Before I could bring all the boards back in the house, I had 100 messages.
I didn't know what the fuck was going on at first.
One of my closer buddies on there had sent me like 30 messages saying "should I" "I'm just gonna anyway" shit along those lines.
My first messages back to him was "whatever it is, do it, it sounds important"

Within the first few hours people had sent me almost $2000 bucks.mg:
Then it snowballed, the Whitelines guy asked if he could put up & a few others.

Over the first weekend I had over 1000 emails.

Then, I got the mind blowing part. Had to read this a few times before I believed it.

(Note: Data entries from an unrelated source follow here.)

"""The scrubber's removal as a decision of the plan: the permit's rolling average, SO2
allowances, and a late train ridden out by a planned dip in removal."""

from __future__ import annotations

import datetime as dt

import numpy as np
import pandas as pd
import pytest
from molmass import Formula

from helpers import START, minimal_sheets, workbook_bytes
from reagentplan.balance import balance_frame, trailing_sum
from reagentplan.scenario import load_scenario
from reagentplan.schedule import make_plan


def M(formula: str) -> float:
    """Molar mass [g/mol] from IUPAC standard atomic weights, through `molmass`."""
    return Formula(formula).mass


def set_kv(sheets, sheet, key, value):
    for row in sheets[sheet][1:]:
        if row[0] == key:
            row[1] = value
            return
    sheets[sheet].append([key, value] + [None] * (len(sheets[sheet][0]) - 2))


def one_day_station(days=7, so2_t=100.0, allowed_t=3.0, price_per_t=28.0, allowance=None,
                    removal=(95, 99), setpoint=98):
    """A station whose scrubber sees ``so2_t`` of SO2 a day (2 % S coal, 95 % of it to SO2,
    IUPAC molar masses), a permit of ``allowed_t`` a day (averaged over one day), stone of
    94 % CaCO3 whose delivered cost is ``price_per_t`` + 2 (freight 2,000 per 1,000 t
    train), gypsum landfilled at no cost, plenty of stone in the silo; no compliance margin
    unless a test sets one."""
    s = minimal_sheets(days=days)
    so2_per_t_coal = 0.02 * 0.95 * M("SO2") / M("S")
    coal = so2_t / so2_per_t_coal
    heat = coal * 25.0  # GJ at 25 MJ/kg
    mwh = heat / 10.0
    s["units"][1][1] = 400  # MW
    s["generation"] = [s["generation"][0]] + [[START + dt.timedelta(days=i), "U1", mwh] for i in range(days)]
    set_kv(s, "plant", "so2_limit_kg_per_gj", allowed_t * 1000 / heat)
    set_kv(s, "plant", "so2_limit_avg_days", 1)
    set_kv(s, "plant", "so2_limit_margin_pct", 0)
    set_kv(s, "scrubber", "removal_pct", setpoint)
    if removal is not None:
        set_kv(s, "scrubber", "removal_min_pct", removal[0])
        set_kv(s, "scrubber", "removal_max_pct", removal[1])
    s["storage"][1] = ["limestone", 100000, 500, 50000]
    s["storage"][2] = ["gypsum", 100000, 0, 0]
    s["suppliers"][1][6] = price_per_t
    del s["buyers"][1]  # no gypsum buyer: the gypsum's worth is nothing either way
    s["disposal"][1] = ["Cell 1", "gypsum", 0, 100000, 1e7]
    if allowance is not None:
        s["allowances"] = [["date", "holding_t", "allocated_t", "buy_price_per_t", "sell_price_per_t",
                            "max_trade_t_per_month"],
                           [START, 1000, None, allowance, allowance, None]]
    return s


def test_worked_example_cheapest_removal():
    """A day with 100 t of SO2 reaching the scrubber, a permit that allows 3 t emitted, a
    removal range of 95-99 %:

    - the permit needs 100 × (1 − r) ≤ 3, so r ≥ 97 %;
    - each point of removal takes 1 t more SO2 out, which needs 1.03 × 100.086 / 64.064
      = 1.6092 t CaCO3 (IUPAC molar masses, via molmass), i.e. 1.6092 / 0.94 = 1.7119 t of
      94 % stone at 30 per t delivered: 51.36 per point;
    - each point saves one allowance (1 t SO2);
    - moving the removal a point from the 98 % setpoint for a day costs the model a quarter
      of the stone of that point (`penalties.SETPOINT_MOVE_SHARE`): 12.84 per point-day;
    - with no compliance margin: at 30 per allowance a point down saves 51.36 − 30 = 21.36,
      more than 12.84: the plan runs at the permit's 97 %.  At 40 it saves 11.36, less than
      12.84: a saving not worth naming, the plan stays at the 98 % setpoint.  At 80 a point
      up saves 80 − 51.36 = 28.64: 99 %;
    - with a 5 % compliance margin the permit line is 0.95 × 3 = 2.85 t: at 30 the plan
      runs at 97.15 %;
    - without a permit limit or allowances, the stone alone decides: 95 %.
    (The gypsum is landfilled at no cost, so it weighs nothing either way.)"""
    from reagentplan.schedule.penalties import SETPOINT_MOVE_SHARE

    per_point = 1.03 * M("CaCO3") / M("SO2") / 0.94 * 30.0
    assert per_point == pytest.approx(51.36, abs=0.01)
    assert SETPOINT_MOVE_SHARE * per_point == pytest.approx(12.84, abs=0.01)
    for margin, price, expected in ((0, 30.0, 97.0), (0, 40.0, 98.0), (0, 80.0, 99.0), (5, 30.0, 97.15)):
        s = one_day_station(allowance=price)
        set_kv(s, "plant", "so2_limit_margin_pct", margin)
        scn = load_scenario(workbook_bytes(s))
        r = make_plan(scn, firm_days=7)
        assert r.balance["so2_formed_t"].to_numpy() == pytest.approx(100.0, rel=1e-4)  # periodictable and molmass differ in the 5th digit of S
        assert r.plan.removal == pytest.approx(np.full(7, expected), abs=1e-3), (margin, price)
        assert r.balance["removal_pct"].to_numpy() == pytest.approx(np.full(7, expected), abs=1e-3)
    s = one_day_station()
    set_kv(s, "plant", "so2_limit_kg_per_gj", None)
    r = make_plan(load_scenario(workbook_bytes(s)), firm_days=7)
    assert r.plan.removal == pytest.approx(np.full(7, 95.0), abs=1e-4)


def test_collapsed_range_plans_as_the_fixed_removal():
    """A range of one value plans exactly as the fixed removal does."""
    fixed = make_plan(load_scenario(workbook_bytes(one_day_station(removal=None, setpoint=97))), firm_days=7)
    one = make_plan(load_scenario(workbook_bytes(one_day_station(removal=(97, 97), setpoint=97))), firm_days=7)
    assert one.plan.removal is None
    pd.testing.assert_frame_equal(fixed.movements, one.movements)
    assert fixed.summary()["total_cost"] == one.summary()["total_cost"]
    pd.testing.assert_frame_equal(fixed.balance, one.balance)


def outage_station(removal=(95, 99)):
    """Fifteen days; the quarry's rail line is closed on days 3-6 and its lead time rules
    out days 0-2, so the first train can come on day 7; the silo starts with 6.9 days of
    stone above safety at the 98.5 % setpoint; a truck lane at 100 per tonne of freight;
    allowances at 200 per tonne of SO2 (each point of removal saves more than its stone
    costs, so the plan runs high when it can); the permit allows 96 % on a 7-day average."""
    days = 15
    s = minimal_sheets(days=days)
    set_kv(s, "plant", "so2_limit_kg_per_gj", None)
    set_kv(s, "scrubber", "removal_pct", 98.5)
    if removal is not None:
        set_kv(s, "scrubber", "removal_min_pct", removal[0])
        set_kv(s, "scrubber", "removal_max_pct", removal[1])
    scn = load_scenario(workbook_bytes(s))
    bal = balance_frame(scn)
    formed = float(bal["so2_formed_t"].iloc[0])
    heat = float(bal["heat_input_gj"].iloc[0])
    set_kv(s, "plant", "so2_limit_kg_per_gj", formed * 0.04 * 1000 / heat)
    set_kv(s, "plant", "so2_limit_avg_days", 7)
    use = float(bal["limestone_t"].iloc[0])
    s["storage"][1] = ["limestone", 5000, 500, 500 + 6.9 * use]
    s["suppliers"][1][3] = 2  # two trains a day once the line reopens
    s["suppliers"].append(["Quarry Q", "truck", 25, 40, 1, "Mon-Sun", 15, 2500, None, None])
    s["lane_closures"] = [["party", "mode", "first_date", "last_date"],
                          ["Quarry Q", "rail", START + dt.timedelta(days=3), START + dt.timedelta(days=6)]]
    s["allowances"] = [["date", "holding_t", "allocated_t", "buy_price_per_t", "sell_price_per_t",
                        "max_trade_t_per_month"], [START, 10000, None, 200, 200, None]]
    return s


def test_rail_outage_ridden_out_with_a_planned_dip():
    """With no train possible before day 7 and the silo 0.1 day of stone short of safety
    at the setpoint, the plan lowers the removal in the first week (inside the permit)
    instead of trucking or running the silo under safety, runs high once stone is there,
    names the dip's cause, and keeps the permit's rolling average, recomputed here
    independently from the chosen removals, under its limit."""
    scn = load_scenario(workbook_bytes(outage_station()))
    r = make_plan(scn, firm_days=15, late_days=0)  # the lever alone, no late-train margin
    s = r.summary()
    dips = s["removal"]["dips"]
    assert dips and dips[0]["kind"] == "low limestone" and "inside the permit" in dips[0]["cause"], dips
    assert dips[0]["first_date"] <= f"{START + dt.timedelta(days=6):%Y-%m-%d}"
    assert r.plan.removal[:7].mean() < 98.5 < r.plan.removal[8:].mean()
    mv = r.movements
    assert mv[(mv["direction"] == "in") & (mv["lane"].str.contains("truck"))].empty, "trucks at 100 per tonne of freight were booked"
    assert not [b for b in r.breaches if b["store"] in ("limestone", "so2_permit")]
    # independent replay of the permit: emitted = SO2 to the scrubber × (1 − removal)
    plain = balance_frame(scn)
    to_scrubber = plain["so2_formed_t"].to_numpy()  # no sorbent injection here
    emitted = to_scrubber * (1 - r.plan.removal / 100)
    assert r.balance["so2_emitted_t"].to_numpy() == pytest.approx(emitted, rel=1e-9)
    heat = plain["heat_input_gj"].to_numpy()
    rolling = trailing_sum(emitted * 1000, 7) / trailing_sum(heat, 7)
    assert (rolling <= scn.plant.so2_limit_kg_per_gj * (1 + 1e-6)).all()
    # the fixed setpoint with the same outage costs more (trucks, or the silo under safety)
    fixed = make_plan(load_scenario(workbook_bytes(outage_station(removal=None))), firm_days=15, late_days=0)
    assert fixed.evaluation.total_cost > r.evaluation.total_cost


@pytest.mark.parametrize("seed", range(3))
def test_random_ranges_keep_the_permit_and_close_sulfur(seed):
    """Random ranges, setpoints, permits and averaging periods on a 20-day station with
    two coals: wherever the highest removal keeps the permit, the plan's rolling average,
    recomputed here from its chosen removals (emitted = SO2 to the scrubber × (1 − r)),
    stays under the limit; every chosen removal lies in the range; the SO2 still closes
    (formed = removed + emitted) at the chosen removals."""
    rng = np.random.default_rng(seed)
    lo = float(rng.uniform(90, 96))
    hi = float(rng.uniform(lo + 0.5, 99.5))
    days, avg = 20, int(rng.integers(1, 8))
    s = minimal_sheets(days=days)
    s["coal_blend"] = [["date", "source", "share_pct"], [START, "Coal A", 60], [START, "Coal B", 40],
                       [START + dt.timedelta(days=10), "Coal A", 90], [START + dt.timedelta(days=10), "Coal B", 10]]
    set_kv(s, "scrubber", "removal_pct", round(float(rng.uniform(lo, hi)), 2))
    set_kv(s, "scrubber", "removal_min_pct", round(lo, 2))
    set_kv(s, "scrubber", "removal_max_pct", round(hi, 2))
    set_kv(s, "plant", "so2_limit_avg_days", avg)
    scn0 = load_scenario(workbook_bytes(s))
    plain = balance_frame(scn0)
    rate_at_hi = plain["so2_formed_t"].to_numpy() * (1 - hi / 100) * 1000 / plain["heat_input_gj"].to_numpy()
    limit = float(rate_at_hi.max() * rng.uniform(1.05, 2.0))
    set_kv(s, "plant", "so2_limit_kg_per_gj", limit)
    scn = load_scenario(workbook_bytes(s))
    r = make_plan(scn, firm_days=days)
    removal = r.plan.removal
    assert removal is not None and (removal >= round(lo, 2) - 1e-6).all() and (removal <= round(hi, 2) + 1e-6).all()
    emitted = plain["so2_formed_t"].to_numpy() * (1 - removal / 100)
    assert r.balance["so2_emitted_t"].to_numpy() == pytest.approx(emitted, rel=1e-9)
    rolling = trailing_sum(emitted * 1000, avg) / trailing_sum(plain["heat_input_gj"].to_numpy(), avg)
    assert (rolling <= limit * (1 + 1e-6)).all()
    b = r.balance
    assert (b["so2_removed_t"] + b["so2_emitted_t"]).to_numpy() == pytest.approx(b["so2_formed_t"].to_numpy(), rel=1e-9)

Jeff Pensiero, CEO of Baldface messaged me. (he's in the group)
He offered me a spot to go up there in Dec, for 4 days @ the annual swap meet.

This is not your regular swap meet, this one comes with the "pros" of the decks we're all tradin'. Not all of them obviously.

On top of that he offered up a spot to get raffled off, with the money going right into my bank account. He will be getting an enormous heartfelt hug, let me tell ya. 

He sent me this link, accompanied by this caption "This will be you"
This is a dream come true.
https://www.youtube.com/watch?v=ICfo9XXOxWo



TT


----------



## chomps1211

That's awesome man! Im really stoked it sounds like it'll work out for you. 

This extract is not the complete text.